[[ Data under study, beginning ]]

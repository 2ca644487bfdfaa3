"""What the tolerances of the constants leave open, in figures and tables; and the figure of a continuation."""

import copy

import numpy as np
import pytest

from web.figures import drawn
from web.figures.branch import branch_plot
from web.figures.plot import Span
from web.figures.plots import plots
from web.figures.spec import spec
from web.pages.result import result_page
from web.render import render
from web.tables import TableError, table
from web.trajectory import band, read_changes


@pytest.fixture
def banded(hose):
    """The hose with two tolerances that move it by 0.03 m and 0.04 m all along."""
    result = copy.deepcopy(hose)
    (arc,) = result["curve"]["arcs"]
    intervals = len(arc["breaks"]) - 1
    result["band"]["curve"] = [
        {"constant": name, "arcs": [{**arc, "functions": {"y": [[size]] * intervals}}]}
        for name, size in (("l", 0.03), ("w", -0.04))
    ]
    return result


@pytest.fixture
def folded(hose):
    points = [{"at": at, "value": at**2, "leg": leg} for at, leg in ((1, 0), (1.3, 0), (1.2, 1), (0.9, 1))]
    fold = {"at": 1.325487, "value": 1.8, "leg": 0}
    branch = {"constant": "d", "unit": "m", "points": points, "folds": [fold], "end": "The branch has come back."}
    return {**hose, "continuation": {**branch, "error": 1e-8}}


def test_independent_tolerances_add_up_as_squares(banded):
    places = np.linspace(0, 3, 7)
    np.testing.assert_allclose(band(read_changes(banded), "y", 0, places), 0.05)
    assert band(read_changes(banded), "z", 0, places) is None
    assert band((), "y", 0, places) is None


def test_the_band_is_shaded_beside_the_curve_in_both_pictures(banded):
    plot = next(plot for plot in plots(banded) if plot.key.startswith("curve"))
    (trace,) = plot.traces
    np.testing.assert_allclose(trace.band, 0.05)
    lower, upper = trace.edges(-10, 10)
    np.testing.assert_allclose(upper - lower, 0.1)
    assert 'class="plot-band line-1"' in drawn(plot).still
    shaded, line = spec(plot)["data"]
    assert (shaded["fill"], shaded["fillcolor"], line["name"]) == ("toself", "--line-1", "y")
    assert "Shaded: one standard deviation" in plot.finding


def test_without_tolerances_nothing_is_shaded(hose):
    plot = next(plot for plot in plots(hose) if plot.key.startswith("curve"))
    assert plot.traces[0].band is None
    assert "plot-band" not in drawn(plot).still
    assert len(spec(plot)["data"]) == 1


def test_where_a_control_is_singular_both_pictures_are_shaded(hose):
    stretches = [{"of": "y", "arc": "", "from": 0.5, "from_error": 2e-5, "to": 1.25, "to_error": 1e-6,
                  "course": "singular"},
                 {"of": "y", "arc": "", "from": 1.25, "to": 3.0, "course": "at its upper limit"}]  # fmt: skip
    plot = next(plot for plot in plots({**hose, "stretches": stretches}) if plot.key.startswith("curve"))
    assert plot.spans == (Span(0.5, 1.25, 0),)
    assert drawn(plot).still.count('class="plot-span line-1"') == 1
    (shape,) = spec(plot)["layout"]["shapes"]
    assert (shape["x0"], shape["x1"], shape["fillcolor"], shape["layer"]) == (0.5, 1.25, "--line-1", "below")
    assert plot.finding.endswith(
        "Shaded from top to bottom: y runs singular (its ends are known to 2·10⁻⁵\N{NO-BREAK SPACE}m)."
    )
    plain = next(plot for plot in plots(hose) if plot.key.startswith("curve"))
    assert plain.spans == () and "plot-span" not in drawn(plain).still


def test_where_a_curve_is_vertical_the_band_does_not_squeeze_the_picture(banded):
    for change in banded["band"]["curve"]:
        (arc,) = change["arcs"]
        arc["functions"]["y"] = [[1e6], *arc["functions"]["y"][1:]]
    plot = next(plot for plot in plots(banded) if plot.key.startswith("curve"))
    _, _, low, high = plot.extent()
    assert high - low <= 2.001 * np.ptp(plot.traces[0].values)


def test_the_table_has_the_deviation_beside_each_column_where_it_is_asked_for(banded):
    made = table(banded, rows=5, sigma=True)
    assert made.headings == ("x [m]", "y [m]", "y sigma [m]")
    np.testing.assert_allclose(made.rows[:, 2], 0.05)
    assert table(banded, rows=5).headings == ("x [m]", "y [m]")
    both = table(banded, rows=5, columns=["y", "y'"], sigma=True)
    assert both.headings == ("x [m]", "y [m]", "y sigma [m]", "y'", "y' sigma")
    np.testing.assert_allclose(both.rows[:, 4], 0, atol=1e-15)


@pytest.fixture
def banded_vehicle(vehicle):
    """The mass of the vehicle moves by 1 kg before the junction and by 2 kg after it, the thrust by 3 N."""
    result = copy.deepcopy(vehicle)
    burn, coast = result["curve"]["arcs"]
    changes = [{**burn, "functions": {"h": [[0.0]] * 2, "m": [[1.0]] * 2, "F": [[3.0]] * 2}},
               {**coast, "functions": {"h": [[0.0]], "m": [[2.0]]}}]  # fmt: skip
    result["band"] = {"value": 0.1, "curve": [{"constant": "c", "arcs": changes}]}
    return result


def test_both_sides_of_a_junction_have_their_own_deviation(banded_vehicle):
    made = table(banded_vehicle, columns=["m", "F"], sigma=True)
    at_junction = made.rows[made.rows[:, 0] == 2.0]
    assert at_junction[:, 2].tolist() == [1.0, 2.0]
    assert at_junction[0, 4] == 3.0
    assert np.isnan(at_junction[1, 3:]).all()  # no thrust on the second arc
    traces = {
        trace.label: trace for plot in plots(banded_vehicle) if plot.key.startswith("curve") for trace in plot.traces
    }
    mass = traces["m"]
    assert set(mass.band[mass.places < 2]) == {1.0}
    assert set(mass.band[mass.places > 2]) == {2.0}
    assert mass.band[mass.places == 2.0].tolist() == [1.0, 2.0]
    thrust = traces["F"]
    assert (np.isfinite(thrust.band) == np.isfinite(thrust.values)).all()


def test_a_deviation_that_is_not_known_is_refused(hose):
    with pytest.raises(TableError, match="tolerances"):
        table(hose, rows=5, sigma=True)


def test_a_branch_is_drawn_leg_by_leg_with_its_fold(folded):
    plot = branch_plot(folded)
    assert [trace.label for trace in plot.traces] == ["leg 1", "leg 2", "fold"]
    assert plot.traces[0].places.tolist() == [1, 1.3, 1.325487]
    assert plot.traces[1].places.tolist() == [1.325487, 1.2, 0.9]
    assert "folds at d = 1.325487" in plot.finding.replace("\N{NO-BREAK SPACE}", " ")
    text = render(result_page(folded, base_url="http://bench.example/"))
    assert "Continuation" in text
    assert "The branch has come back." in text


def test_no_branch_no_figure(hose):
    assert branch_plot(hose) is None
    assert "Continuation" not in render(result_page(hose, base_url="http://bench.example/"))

[[ Data under study, end ]]
[[ Data under study, beginning ]]

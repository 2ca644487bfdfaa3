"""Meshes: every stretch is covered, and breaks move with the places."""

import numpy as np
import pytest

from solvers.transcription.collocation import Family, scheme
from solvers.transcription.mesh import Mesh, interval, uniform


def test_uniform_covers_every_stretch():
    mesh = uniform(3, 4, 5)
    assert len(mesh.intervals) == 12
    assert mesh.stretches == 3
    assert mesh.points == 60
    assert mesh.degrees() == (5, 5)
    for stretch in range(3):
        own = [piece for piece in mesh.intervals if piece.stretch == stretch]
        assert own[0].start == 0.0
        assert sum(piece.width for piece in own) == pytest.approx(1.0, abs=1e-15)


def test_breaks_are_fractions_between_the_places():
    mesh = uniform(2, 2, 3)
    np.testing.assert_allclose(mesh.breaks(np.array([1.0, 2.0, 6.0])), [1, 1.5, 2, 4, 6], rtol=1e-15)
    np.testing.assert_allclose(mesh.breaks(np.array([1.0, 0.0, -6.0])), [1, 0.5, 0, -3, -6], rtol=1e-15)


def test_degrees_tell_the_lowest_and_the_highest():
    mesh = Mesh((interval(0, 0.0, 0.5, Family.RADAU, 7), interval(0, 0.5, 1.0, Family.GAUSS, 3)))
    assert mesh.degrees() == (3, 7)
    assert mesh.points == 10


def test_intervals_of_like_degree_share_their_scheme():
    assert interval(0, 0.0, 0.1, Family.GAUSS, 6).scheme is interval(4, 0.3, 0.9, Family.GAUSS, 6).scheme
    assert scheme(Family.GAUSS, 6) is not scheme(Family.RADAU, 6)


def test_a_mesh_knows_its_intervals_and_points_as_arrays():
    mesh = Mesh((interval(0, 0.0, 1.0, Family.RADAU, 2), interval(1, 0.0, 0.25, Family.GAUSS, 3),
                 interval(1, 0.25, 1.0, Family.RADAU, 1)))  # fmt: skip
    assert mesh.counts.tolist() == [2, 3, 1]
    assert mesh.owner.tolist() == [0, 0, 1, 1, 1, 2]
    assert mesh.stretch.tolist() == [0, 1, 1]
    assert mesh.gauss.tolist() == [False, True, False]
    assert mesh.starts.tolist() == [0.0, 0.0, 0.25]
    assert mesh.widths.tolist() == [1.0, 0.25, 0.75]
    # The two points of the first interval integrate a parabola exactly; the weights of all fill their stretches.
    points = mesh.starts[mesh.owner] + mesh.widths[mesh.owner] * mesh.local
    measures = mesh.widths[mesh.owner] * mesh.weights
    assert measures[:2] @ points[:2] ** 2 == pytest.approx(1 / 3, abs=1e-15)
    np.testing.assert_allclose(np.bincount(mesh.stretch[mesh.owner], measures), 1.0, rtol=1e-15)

[[ Data under study, end ]]
[[ Data under study, beginning ]]

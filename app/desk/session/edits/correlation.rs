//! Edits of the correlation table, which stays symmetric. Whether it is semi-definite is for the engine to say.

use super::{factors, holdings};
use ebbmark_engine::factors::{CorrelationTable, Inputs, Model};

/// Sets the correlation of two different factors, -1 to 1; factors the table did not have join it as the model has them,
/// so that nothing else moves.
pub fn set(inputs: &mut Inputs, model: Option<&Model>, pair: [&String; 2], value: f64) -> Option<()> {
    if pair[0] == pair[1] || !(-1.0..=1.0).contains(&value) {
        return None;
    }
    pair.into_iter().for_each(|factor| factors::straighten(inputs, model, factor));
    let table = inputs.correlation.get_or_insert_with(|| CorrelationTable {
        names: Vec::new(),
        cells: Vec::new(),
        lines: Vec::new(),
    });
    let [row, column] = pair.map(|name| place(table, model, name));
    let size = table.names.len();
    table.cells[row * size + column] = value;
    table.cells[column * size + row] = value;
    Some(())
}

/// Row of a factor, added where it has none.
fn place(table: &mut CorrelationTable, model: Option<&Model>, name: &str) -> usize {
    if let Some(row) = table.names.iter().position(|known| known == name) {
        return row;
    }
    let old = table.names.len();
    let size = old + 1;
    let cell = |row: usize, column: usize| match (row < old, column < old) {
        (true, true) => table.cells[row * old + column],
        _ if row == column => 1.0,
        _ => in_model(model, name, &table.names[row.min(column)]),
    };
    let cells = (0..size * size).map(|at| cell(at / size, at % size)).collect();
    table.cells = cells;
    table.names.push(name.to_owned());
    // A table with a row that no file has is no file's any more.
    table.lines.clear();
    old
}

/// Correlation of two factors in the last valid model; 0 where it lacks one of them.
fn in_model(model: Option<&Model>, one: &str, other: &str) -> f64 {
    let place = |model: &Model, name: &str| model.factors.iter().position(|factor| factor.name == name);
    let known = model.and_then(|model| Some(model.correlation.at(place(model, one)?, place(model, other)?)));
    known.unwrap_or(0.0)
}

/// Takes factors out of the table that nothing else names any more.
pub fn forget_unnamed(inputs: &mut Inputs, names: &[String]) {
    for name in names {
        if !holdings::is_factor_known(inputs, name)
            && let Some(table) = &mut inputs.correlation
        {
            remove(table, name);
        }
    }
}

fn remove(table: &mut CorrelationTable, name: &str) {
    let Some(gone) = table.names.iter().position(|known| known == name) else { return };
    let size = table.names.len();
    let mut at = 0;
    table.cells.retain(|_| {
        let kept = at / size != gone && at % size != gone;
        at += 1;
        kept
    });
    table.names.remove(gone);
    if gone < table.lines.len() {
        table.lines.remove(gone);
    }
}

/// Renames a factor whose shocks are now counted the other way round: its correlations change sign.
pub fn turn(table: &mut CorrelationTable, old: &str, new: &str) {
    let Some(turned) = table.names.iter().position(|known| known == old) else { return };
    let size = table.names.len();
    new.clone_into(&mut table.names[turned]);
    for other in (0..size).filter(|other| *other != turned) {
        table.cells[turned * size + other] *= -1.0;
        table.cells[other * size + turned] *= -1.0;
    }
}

[[ Data under study, end ]]

# Task description
Using the records above, report how many lines include "label", with no words around the number.

# Exercise result
2